TASK GOAL —
Search the data below for lines that include the word "present" and state how many there are, nothing else.

Top of RECORDED DATA

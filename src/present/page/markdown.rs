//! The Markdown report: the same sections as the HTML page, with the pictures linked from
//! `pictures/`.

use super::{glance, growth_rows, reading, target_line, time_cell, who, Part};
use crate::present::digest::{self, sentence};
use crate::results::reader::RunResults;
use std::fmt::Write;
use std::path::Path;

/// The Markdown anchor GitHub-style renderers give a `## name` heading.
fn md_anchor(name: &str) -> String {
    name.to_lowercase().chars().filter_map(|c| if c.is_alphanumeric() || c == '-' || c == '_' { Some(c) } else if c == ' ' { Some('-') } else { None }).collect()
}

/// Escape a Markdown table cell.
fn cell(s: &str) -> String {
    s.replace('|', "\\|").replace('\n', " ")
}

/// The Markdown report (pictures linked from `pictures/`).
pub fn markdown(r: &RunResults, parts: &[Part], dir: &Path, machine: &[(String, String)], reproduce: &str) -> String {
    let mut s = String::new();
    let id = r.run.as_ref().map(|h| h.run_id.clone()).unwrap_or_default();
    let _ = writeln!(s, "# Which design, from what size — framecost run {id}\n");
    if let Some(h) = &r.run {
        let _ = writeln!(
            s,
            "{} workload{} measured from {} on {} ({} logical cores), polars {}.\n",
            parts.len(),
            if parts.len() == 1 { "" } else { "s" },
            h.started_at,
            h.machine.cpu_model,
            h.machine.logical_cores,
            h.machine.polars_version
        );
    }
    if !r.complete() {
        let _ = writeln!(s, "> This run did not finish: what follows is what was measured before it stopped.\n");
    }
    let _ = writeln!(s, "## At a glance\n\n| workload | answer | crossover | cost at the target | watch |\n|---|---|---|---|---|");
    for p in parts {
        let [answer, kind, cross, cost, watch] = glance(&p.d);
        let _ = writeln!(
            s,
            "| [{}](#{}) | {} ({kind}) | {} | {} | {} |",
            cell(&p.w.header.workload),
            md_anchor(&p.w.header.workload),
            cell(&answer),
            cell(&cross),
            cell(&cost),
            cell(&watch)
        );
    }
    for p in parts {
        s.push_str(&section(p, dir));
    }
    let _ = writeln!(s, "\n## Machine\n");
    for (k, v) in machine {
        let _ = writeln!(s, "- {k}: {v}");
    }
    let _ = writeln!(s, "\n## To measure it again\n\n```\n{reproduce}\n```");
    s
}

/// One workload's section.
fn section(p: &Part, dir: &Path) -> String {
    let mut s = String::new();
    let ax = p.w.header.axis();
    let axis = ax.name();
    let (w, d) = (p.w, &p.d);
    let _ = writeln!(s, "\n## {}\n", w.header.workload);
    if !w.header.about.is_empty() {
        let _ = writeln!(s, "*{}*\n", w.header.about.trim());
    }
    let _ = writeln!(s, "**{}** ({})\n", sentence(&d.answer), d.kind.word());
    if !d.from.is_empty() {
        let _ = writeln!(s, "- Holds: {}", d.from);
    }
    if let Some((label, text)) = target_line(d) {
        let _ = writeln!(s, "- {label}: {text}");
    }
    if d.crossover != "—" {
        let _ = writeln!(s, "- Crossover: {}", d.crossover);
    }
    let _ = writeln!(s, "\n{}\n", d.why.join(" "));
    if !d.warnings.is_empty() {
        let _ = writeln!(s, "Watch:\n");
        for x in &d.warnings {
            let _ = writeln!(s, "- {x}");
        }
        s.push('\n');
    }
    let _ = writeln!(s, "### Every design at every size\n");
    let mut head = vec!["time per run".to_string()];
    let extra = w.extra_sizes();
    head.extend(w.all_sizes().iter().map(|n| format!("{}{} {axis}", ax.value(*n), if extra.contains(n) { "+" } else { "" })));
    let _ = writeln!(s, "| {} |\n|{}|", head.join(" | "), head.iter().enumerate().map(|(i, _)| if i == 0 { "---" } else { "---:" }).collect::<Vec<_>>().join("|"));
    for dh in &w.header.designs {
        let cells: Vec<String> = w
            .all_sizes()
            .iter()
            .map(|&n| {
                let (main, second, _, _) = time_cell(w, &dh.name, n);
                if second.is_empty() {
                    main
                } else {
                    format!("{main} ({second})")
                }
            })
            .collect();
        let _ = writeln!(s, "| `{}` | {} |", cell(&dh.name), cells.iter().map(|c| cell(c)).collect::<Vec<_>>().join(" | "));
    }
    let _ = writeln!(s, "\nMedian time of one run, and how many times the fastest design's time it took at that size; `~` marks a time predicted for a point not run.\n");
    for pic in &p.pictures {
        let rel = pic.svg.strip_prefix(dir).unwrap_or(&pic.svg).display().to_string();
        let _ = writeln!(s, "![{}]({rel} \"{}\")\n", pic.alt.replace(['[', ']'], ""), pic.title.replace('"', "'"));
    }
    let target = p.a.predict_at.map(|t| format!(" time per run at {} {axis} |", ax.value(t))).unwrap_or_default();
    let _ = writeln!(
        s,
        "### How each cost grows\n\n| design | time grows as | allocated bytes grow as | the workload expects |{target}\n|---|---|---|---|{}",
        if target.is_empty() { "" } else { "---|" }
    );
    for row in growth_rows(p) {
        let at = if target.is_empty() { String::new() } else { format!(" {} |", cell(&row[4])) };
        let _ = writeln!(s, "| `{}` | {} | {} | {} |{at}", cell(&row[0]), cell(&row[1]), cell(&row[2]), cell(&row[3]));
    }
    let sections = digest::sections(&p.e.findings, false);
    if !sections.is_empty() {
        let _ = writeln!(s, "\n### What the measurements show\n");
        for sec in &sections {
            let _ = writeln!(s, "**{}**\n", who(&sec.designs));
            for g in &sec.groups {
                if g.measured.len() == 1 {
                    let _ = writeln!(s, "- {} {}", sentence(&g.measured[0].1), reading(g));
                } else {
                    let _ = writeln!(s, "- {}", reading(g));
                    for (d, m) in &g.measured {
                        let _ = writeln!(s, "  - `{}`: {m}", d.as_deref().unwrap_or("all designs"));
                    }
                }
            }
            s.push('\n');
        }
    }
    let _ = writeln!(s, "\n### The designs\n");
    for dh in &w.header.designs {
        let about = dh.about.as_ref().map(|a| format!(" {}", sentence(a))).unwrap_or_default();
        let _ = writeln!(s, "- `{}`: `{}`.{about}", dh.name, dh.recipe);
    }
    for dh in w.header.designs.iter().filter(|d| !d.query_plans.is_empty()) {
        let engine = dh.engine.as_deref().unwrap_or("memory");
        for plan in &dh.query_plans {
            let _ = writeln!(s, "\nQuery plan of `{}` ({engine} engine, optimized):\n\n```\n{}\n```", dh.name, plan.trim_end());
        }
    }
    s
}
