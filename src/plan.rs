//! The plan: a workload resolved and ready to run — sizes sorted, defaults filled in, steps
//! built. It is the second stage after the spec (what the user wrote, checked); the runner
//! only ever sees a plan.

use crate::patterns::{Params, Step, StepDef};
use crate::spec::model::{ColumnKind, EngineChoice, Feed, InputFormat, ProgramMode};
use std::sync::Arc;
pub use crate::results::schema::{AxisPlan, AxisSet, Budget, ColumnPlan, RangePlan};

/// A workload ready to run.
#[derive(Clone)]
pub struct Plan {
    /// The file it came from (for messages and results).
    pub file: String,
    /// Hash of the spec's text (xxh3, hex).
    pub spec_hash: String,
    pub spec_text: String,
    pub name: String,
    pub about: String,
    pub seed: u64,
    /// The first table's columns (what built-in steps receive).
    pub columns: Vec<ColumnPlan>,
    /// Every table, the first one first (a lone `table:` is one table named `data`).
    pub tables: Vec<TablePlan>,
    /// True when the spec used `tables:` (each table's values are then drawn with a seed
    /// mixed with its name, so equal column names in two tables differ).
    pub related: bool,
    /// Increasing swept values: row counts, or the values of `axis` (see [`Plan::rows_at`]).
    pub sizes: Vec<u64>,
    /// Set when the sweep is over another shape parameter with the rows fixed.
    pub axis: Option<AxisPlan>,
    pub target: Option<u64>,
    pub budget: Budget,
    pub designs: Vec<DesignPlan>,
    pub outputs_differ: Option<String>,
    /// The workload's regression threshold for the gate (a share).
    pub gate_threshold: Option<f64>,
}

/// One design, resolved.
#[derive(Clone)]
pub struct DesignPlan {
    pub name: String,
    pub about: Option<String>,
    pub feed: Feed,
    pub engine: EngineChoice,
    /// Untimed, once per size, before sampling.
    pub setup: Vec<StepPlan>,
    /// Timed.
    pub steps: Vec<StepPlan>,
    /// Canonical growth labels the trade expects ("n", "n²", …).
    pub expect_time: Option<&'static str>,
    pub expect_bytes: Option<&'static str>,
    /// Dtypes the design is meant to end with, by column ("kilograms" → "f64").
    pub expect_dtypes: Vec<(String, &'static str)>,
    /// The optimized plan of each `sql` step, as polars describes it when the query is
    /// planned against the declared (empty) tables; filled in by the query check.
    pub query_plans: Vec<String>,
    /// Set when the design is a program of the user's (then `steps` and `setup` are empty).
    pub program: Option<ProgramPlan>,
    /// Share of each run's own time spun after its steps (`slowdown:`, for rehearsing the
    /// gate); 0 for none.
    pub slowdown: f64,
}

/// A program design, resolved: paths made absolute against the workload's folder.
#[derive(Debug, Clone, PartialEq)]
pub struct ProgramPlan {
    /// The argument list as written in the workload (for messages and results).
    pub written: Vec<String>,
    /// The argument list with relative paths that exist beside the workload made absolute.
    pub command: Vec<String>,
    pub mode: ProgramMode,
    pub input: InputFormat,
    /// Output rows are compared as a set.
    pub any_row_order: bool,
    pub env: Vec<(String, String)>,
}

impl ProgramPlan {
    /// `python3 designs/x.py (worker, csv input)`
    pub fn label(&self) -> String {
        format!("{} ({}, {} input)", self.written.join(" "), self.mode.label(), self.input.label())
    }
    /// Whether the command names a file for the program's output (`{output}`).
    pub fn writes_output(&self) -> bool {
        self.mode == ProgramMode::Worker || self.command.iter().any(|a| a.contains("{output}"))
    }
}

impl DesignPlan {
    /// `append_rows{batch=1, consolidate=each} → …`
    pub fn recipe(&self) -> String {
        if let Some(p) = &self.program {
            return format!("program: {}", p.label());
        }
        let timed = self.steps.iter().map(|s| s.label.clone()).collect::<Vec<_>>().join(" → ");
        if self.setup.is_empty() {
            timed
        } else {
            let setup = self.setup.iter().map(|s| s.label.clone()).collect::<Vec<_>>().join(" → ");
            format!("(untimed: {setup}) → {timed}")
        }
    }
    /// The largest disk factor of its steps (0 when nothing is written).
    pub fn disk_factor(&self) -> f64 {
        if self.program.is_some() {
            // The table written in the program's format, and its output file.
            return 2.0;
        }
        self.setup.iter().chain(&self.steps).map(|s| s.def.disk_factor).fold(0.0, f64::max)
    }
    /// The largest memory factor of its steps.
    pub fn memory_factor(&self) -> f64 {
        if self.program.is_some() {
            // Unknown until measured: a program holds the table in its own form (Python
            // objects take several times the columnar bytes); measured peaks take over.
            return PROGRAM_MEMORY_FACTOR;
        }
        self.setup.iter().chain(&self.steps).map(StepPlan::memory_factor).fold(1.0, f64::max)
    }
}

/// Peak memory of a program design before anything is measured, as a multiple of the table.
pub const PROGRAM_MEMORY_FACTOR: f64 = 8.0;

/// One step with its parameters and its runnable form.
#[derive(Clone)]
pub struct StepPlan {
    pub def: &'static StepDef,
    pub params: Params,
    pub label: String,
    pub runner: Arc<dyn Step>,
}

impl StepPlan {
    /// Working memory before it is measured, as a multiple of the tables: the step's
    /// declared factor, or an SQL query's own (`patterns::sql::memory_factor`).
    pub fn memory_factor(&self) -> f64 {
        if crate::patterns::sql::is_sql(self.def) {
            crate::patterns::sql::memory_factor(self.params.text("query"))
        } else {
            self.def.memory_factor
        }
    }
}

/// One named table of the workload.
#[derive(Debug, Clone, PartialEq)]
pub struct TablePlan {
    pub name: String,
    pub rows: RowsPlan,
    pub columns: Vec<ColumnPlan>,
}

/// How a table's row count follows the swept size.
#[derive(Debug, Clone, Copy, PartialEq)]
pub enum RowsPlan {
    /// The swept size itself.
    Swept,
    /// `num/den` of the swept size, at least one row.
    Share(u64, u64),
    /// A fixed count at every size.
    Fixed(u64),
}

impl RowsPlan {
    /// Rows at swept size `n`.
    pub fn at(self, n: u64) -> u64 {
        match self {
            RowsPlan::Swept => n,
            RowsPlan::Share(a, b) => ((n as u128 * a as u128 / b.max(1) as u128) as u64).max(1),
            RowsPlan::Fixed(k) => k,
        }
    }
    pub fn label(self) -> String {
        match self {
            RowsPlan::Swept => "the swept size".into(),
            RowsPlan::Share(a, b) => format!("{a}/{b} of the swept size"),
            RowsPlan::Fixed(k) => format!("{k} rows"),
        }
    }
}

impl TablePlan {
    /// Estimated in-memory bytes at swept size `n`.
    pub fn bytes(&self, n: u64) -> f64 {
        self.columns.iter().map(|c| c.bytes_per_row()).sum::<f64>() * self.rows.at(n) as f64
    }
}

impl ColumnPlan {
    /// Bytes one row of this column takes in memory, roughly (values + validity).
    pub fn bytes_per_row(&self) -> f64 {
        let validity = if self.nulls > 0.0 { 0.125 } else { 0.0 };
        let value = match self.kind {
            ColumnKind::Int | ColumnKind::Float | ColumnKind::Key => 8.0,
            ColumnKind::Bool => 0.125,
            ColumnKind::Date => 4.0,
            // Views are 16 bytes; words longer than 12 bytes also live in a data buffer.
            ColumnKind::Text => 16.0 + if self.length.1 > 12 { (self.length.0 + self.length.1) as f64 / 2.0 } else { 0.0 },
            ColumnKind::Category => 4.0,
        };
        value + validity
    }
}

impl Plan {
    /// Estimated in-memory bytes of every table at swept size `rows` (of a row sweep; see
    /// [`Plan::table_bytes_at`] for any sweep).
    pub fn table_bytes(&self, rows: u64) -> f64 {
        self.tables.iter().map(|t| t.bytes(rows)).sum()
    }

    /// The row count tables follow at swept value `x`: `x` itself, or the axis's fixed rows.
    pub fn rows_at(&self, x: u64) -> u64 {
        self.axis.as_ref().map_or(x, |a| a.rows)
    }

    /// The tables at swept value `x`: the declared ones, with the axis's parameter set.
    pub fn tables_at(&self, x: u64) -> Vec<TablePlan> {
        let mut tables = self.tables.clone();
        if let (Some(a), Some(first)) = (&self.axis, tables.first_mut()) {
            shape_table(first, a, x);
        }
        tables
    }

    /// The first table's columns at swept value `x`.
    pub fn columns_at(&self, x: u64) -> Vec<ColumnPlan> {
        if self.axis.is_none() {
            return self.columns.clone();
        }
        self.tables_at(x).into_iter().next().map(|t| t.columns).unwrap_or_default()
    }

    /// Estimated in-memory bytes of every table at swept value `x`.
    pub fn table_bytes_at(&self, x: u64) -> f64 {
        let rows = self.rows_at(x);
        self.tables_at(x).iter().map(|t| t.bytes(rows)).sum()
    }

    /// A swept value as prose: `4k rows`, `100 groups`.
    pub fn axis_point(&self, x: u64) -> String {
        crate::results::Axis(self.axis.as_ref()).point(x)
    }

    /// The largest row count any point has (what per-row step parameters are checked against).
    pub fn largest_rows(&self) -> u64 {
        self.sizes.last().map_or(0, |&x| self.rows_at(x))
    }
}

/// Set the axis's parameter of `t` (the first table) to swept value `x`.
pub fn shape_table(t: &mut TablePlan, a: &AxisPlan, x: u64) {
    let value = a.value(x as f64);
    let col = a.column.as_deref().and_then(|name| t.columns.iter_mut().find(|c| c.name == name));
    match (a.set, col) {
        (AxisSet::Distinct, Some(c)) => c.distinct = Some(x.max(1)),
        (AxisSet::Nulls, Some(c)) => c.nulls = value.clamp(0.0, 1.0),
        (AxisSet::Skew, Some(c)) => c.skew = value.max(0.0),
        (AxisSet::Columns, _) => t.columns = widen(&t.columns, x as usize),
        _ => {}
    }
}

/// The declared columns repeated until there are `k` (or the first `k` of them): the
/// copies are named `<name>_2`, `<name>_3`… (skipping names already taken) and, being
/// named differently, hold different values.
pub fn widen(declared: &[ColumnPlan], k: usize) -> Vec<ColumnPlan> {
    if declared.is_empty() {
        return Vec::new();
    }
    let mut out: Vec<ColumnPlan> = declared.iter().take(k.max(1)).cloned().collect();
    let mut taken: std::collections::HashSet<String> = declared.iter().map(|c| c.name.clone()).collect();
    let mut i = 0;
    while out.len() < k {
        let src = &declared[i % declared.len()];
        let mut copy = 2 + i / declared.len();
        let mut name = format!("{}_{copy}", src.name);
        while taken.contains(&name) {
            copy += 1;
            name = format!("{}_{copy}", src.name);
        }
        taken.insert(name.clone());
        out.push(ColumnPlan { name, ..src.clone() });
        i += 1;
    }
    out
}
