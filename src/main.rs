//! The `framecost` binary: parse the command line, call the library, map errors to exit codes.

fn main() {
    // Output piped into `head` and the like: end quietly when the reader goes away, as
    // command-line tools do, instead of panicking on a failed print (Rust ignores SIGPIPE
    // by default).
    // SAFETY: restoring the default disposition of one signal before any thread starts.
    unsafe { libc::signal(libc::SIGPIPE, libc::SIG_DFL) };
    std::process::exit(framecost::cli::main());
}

Bottom of RECORDED DATA

EXERCISE RESULT —
2